"use client";

import { formatQuantity, withUnit } from "../format";
import type { Source } from "@/lib/noise/sources";
import { SavedText } from "../ui/SavedText";
import { NumberField } from "../ui/NumberField";
import { Select } from "../ui/Select";
import { placeIn } from "./changes";
import { kindLabel, placementOf, spotOf, type SourceDesk } from "./desk";
import { PositionFields } from "./PositionFields";
import { whereWords } from "./sourceWords";

interface Props {
  desk: SourceDesk;
  source: Source;
}

const NOWHERE = "";

/** What a source is called, what it is, and where it stands. Each field saves when it is left. */
export function SourceFields({ desk, source }: Props) {
  const { save, act, kinds } = desk;
  const { plan } = desk.answer;
  const spot = spotOf(source);
  const placement = placementOf(desk, source.kind);
  const change = (patch: Record<string, unknown>) => void act(() => [{ act: "change", part: "sources", id: source.id, patch }], spot);
  const error = (field: string) => save.errorOf(spot, field);
  if (desk.locked) return <LockedFields {...{ desk, source }} />;
  return (
    <div className="grid gap-4">
      <SavedText label="Name" value={source.name} most={120} needed error={error("name")} onCommit={(name) => change({ name })} />
      <SavedText
        label="What the sentence calls it"
        value={source.says}
        most={120}
        hint={source.says ? undefined : "As in “your kit will be 6 dB under”."}
        error={error("says")}
        onCommit={(says) => change({ says })}
      />
      <Select
        label="Kind"
        value={source.kind}
        choices={kinds.filter((kind) => kind.placement === placement).map(({ name, label }) => ({ value: name, label }))}
        error={error("kind")}
        onChange={(event) => change({ kind: event.target.value })}
      />
      {placement === "room" && (
        <Select
          label="Stands in"
          value={source.spaceId ?? NOWHERE}
          choices={[
            ...(source.spaceId === null ? [{ value: NOWHERE, label: "No room yet" }] : []),
            ...plan.spaces.map(({ id, name }) => ({ value: id, label: name })),
          ]}
          error={error("spaceId")}
          onChange={(event) => change(placeIn(plan, event.target.value || null))}
        />
      )}
      {(placement === "room" || placement === "outdoor") && (
        <PositionFields position={source.position} errorOf={error} onCommit={(position) => change({ position })} />
      )}
      {placement === "outdoor" && source.position === null && (
        <p className="text-second text-ink2">Until it has a place on the lot, what it adds is not known.</p>
      )}
      {"q" in source.params && (
        <NumberField
          label="Directivity factor Q"
          value={source.params.q}
          min={0.1}
          max={20}
          step={0.5}
          hint="1 in the middle of the room, 2 on a hard floor or wall: direct sound only, within the room."
          error={error("params.q")}
          onCommit={(q) => q !== null && change({ params: { q } })}
        />
      )}
      {"directivity" in source.params && (
        <NumberField
          label="Louder towards the listener than on average"
          unit="dB"
          value={source.params.directivity}
          min={-30}
          max={20}
          error={error("params.directivity")}
          onCommit={(directivity) => directivity !== null && change({ params: { directivity } })}
        />
      )}
      {error("params") && <p className="text-second text-over">{error("params")}</p>}
    </div>
  );
}

function LockedFields({ desk, source }: Props) {
  const rows = [
    ["Name", source.name],
    ["What the sentence calls it", source.says || "not given"],
    ["Kind", kindLabel(desk, source.kind)],
    ["Stands", whereWords(source, desk.answer.plan, desk)],
    ...(source.position ? [["Place", source.position.map((at) => withUnit(formatQuantity(at), "m")).join(", ")]] : []),
    ...(source.hours ? [["At work", `${source.hours.from} to ${source.hours.to}`]] : []),
  ];
  return (
    <dl className="grid gap-3">
      {rows.map(([label, value]) => (
        <div key={label}>
          <dt className="text-second text-ink2">{label}</dt>
          <dd className="break-words font-semibold">{value}</dd>
        </div>
      ))}
    </dl>
  );
}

※ ※ ※

● GOAL OF THE EXERCISE
Identify every line above with the string "function" in it. Copy those lines.

● TASK ANSWER
export function SourceFields({ desk, source }: Props) {
function LockedFields({ desk, source }: Props) {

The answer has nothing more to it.